*AIM OF THE EXERCISE*. The whole listing below must be repeated exactly.
◇ ◇ ◇ ◇
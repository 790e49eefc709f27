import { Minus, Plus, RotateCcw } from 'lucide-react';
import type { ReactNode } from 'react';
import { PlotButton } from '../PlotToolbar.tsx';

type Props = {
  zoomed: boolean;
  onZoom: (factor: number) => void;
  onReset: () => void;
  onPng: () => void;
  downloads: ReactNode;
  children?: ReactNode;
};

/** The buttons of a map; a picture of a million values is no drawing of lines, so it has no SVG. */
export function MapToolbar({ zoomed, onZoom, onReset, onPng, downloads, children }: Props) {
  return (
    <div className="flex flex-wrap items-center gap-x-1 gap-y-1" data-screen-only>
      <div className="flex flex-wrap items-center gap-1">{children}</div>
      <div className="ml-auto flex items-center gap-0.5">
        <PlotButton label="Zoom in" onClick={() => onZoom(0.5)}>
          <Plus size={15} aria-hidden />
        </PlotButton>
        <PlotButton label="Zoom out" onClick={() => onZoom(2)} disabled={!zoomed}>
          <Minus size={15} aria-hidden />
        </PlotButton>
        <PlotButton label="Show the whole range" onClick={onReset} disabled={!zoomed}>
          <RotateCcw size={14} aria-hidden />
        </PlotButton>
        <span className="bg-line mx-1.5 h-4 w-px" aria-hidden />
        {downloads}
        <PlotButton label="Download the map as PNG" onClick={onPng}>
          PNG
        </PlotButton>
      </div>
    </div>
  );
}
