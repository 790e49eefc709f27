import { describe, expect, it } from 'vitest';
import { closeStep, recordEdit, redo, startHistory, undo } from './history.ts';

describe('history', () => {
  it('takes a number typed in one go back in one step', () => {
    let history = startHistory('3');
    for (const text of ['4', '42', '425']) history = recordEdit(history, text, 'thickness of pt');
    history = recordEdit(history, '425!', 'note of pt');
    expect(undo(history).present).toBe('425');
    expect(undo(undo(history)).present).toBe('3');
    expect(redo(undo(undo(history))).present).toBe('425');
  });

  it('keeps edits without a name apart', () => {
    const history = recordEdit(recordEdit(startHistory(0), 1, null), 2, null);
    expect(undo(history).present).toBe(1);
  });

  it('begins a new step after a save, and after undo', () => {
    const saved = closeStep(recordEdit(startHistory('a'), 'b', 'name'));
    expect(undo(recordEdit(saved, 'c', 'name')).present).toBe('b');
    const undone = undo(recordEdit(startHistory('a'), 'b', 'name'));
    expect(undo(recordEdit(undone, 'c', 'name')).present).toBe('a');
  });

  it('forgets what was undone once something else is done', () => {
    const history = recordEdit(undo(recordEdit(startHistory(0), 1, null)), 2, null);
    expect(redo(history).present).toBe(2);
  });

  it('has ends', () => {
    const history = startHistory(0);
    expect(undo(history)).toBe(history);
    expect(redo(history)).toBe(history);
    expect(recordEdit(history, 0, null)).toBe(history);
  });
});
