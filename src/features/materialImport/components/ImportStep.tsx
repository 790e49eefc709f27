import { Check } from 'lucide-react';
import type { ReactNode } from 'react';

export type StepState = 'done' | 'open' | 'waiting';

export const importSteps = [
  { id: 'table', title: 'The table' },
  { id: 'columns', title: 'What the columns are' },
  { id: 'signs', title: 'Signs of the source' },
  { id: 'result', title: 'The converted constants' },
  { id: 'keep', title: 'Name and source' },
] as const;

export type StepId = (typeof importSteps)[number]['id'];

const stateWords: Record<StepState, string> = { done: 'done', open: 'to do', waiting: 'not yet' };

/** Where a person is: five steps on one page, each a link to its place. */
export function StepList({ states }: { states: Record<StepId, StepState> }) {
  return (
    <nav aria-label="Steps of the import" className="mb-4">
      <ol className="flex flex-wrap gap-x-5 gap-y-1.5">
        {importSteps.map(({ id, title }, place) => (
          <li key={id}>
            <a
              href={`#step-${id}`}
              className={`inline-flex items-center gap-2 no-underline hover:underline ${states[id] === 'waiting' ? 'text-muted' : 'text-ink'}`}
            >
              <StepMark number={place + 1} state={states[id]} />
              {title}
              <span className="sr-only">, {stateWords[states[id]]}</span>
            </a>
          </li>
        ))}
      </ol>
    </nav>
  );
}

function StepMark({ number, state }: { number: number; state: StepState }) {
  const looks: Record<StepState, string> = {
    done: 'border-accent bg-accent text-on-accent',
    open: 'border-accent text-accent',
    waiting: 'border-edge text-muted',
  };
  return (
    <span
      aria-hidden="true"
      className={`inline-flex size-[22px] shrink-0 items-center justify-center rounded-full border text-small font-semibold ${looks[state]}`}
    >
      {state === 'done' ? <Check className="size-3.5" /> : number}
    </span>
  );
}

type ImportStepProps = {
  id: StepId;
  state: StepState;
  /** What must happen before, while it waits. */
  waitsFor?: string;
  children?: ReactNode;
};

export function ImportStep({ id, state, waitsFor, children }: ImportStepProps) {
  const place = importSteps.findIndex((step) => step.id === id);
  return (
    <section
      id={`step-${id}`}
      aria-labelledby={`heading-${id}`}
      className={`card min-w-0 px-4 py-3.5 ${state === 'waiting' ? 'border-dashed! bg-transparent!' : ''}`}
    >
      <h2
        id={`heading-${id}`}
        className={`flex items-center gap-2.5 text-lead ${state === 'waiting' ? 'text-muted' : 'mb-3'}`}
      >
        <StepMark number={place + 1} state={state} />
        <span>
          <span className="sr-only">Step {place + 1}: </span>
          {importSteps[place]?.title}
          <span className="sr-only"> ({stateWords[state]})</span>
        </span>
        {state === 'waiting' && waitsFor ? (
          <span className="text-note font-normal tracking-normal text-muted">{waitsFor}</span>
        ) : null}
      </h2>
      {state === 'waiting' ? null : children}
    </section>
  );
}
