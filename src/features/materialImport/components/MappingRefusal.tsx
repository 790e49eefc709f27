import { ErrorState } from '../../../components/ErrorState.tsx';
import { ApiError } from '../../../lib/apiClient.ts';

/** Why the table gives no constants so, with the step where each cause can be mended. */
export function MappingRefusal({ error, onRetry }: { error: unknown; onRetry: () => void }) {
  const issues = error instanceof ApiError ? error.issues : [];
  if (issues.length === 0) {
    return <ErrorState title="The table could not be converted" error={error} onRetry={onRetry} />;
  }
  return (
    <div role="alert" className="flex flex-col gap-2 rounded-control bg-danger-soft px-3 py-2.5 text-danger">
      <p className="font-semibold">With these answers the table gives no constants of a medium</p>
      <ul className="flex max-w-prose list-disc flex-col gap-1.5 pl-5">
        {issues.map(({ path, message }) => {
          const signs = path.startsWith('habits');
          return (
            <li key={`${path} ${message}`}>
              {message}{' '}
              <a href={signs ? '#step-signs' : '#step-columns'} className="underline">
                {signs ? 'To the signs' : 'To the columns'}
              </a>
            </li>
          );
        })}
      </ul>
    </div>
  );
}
◇ ◇ ◇ ◇
*TASK OUTPUT*.
repository 790e49eefc709f27
import { Minus, Plus, RotateCcw } from 'lucide-react';
import type { ReactNode } from 'react';
import { PlotButton } from '../PlotToolbar.tsx';

type Props = {
  zoomed: boolean;
  onZoom: (factor: number) => void;
  onReset: () => void;
  onPng: () => void;
  downloads: ReactNode;
  children?: ReactNode;
};

/** The buttons of a map; a picture of a million values is no drawing of lines, so it has no SVG. */
export function MapToolbar({ zoomed, onZoom, onReset, onPng, downloads, children }: Props) {
  return (
    <div className="flex flex-wrap items-center gap-x-1 gap-y-1" data-screen-only>
      <div className="flex flex-wrap items-center gap-1">{children}</div>
      <div className="ml-auto flex items-center gap-0.5">
        <PlotButton label="Zoom in" onClick={() => onZoom(0.5)}>
          <Plus size={15} aria-hidden />
        </PlotButton>
        <PlotButton label="Zoom out" onClick={() => onZoom(2)} disabled={!zoomed}>
          <Minus size={15} aria-hidden />
        </PlotButton>
        <PlotButton label="Show the whole range" onClick={onReset} disabled={!zoomed}>
          <RotateCcw size={14} aria-hidden />
        </PlotButton>
        <span className="bg-line mx-1.5 h-4 w-px" aria-hidden />
        {downloads}
        <PlotButton label="Download the map as PNG" onClick={onPng}>
          PNG
        </PlotButton>
      </div>
    </div>
  );
}
repository 790e49eefc709f27
import { describe, expect, it } from 'vitest';
import { closeStep, recordEdit, redo, startHistory, undo } from './history.ts';

describe('history', () => {
  it('takes a number typed in one go back in one step', () => {
    let history = startHistory('3');
    for (const text of ['4', '42', '425']) history = recordEdit(history, text, 'thickness of pt');
    history = recordEdit(history, '425!', 'note of pt');
    expect(undo(history).present).toBe('425');
    expect(undo(undo(history)).present).toBe('3');
    expect(redo(undo(undo(history))).present).toBe('425');
  });

  it('keeps edits without a name apart', () => {
    const history = recordEdit(recordEdit(startHistory(0), 1, null), 2, null);
    expect(undo(history).present).toBe(1);
  });

  it('begins a new step after a save, and after undo', () => {
    const saved = closeStep(recordEdit(startHistory('a'), 'b', 'name'));
    expect(undo(recordEdit(saved, 'c', 'name')).present).toBe('b');
    const undone = undo(recordEdit(startHistory('a'), 'b', 'name'));
    expect(undo(recordEdit(undone, 'c', 'name')).present).toBe('a');
  });

  it('forgets what was undone once something else is done', () => {
    const history = recordEdit(undo(recordEdit(startHistory(0), 1, null)), 2, null);
    expect(redo(history).present).toBe(2);
  });

  it('has ends', () => {
    const history = startHistory(0);
    expect(undo(history)).toBe(history);
    expect(redo(history)).toBe(history);
    expect(recordEdit(history, 0, null)).toBe(history);
  });
});
filename src/features/materialImport/components/ImportStep.tsx
repository 790e49eefc709f27
import { Check } from 'lucide-react';
import type { ReactNode } from 'react';

export type StepState = 'done' | 'open' | 'waiting';

export const importSteps = [
  { id: 'table', title: 'The table' },
  { id: 'columns', title: 'What the columns are' },
  { id: 'signs', title: 'Signs of the source' },
  { id: 'result', title: 'The converted constants' },
  { id: 'keep', title: 'Name and source' },
] as const;

export type StepId = (typeof importSteps)[number]['id'];

const stateWords: Record<StepState, string> = { done: 'done', open: 'to do', waiting: 'not yet' };

/** Where a person is: five steps on one page, each a link to its place. */
export function StepList({ states }: { states: Record<StepId, StepState> }) {
  return (
    <nav aria-label="Steps of the import" className="mb-4">
      <ol className="flex flex-wrap gap-x-5 gap-y-1.5">
        {importSteps.map(({ id, title }, place) => (
          <li key={id}>
            <a
              href={`#step-${id}`}
              className={`inline-flex items-center gap-2 no-underline hover:underline ${states[id] === 'waiting' ? 'text-muted' : 'text-ink'}`}
            >
              <StepMark number={place + 1} state={states[id]} />
              {title}
              <span className="sr-only">, {stateWords[states[id]]}</span>
            </a>
          </li>
        ))}
      </ol>
    </nav>
  );
}

function StepMark({ number, state }: { number: number; state: StepState }) {
  const looks: Record<StepState, string> = {
    done: 'border-accent bg-accent text-on-accent',
    open: 'border-accent text-accent',
    waiting: 'border-edge text-muted',
  };
  return (
    <span
      aria-hidden="true"
      className={`inline-flex size-[22px] shrink-0 items-center justify-center rounded-full border text-small font-semibold ${looks[state]}`}
    >
      {state === 'done' ? <Check className="size-3.5" /> : number}
    </span>
  );
}

type ImportStepProps = {
  id: StepId;
  state: StepState;
  /** What must happen before, while it waits. */
  waitsFor?: string;
  children?: ReactNode;
};

export function ImportStep({ id, state, waitsFor, children }: ImportStepProps) {
  const place = importSteps.findIndex((step) => step.id === id);
  return (
    <section
      id={`step-${id}`}
      aria-labelledby={`heading-${id}`}
      className={`card min-w-0 px-4 py-3.5 ${state === 'waiting' ? 'border-dashed! bg-transparent!' : ''}`}
    >
      <h2
        id={`heading-${id}`}
        className={`flex items-center gap-2.5 text-lead ${state === 'waiting' ? 'text-muted' : 'mb-3'}`}
      >
        <StepMark number={place + 1} state={state} />
        <span>
          <span className="sr-only">Step {place + 1}: </span>
          {importSteps[place]?.title}
          <span className="sr-only"> ({stateWords[state]})</span>
        </span>
        {state === 'waiting' && waitsFor ? (
          <span className="text-note font-normal tracking-normal text-muted">{waitsFor}</span>
        ) : null}
      </h2>
      {state === 'waiting' ? null : children}
    </section>
  );
}
filename src/features/materialImport/components/MappingRefusal.tsx
repository 790e49eefc709f27
import { ErrorState } from '../../../components/ErrorState.tsx';
import { ApiError } from '../../../lib/apiClient.ts';

/** Why the table gives no constants so, with the step where each cause can be mended. */
export function MappingRefusal({ error, onRetry }: { error: unknown; onRetry: () => void }) {
  const issues = error instanceof ApiError ? error.issues : [];
  if (issues.length === 0) {
    return <ErrorState title="The table could not be converted" error={error} onRetry={onRetry} />;
  }
  return (
    <div role="alert" className="flex flex-col gap-2 rounded-control bg-danger-soft px-3 py-2.5 text-danger">
      <p className="font-semibold">With these answers the table gives no constants of a medium</p>
      <ul className="flex max-w-prose list-disc flex-col gap-1.5 pl-5">
        {issues.map(({ path, message }) => {
          const signs = path.startsWith('habits');
          return (
            <li key={`${path} ${message}`}>
              {message}{' '}
              <a href={signs ? '#step-signs' : '#step-columns'} className="underline">
                {signs ? 'To the signs' : 'To the columns'}
              </a>
            </li>
          );
        })}
      </ul>
    </div>
  );
}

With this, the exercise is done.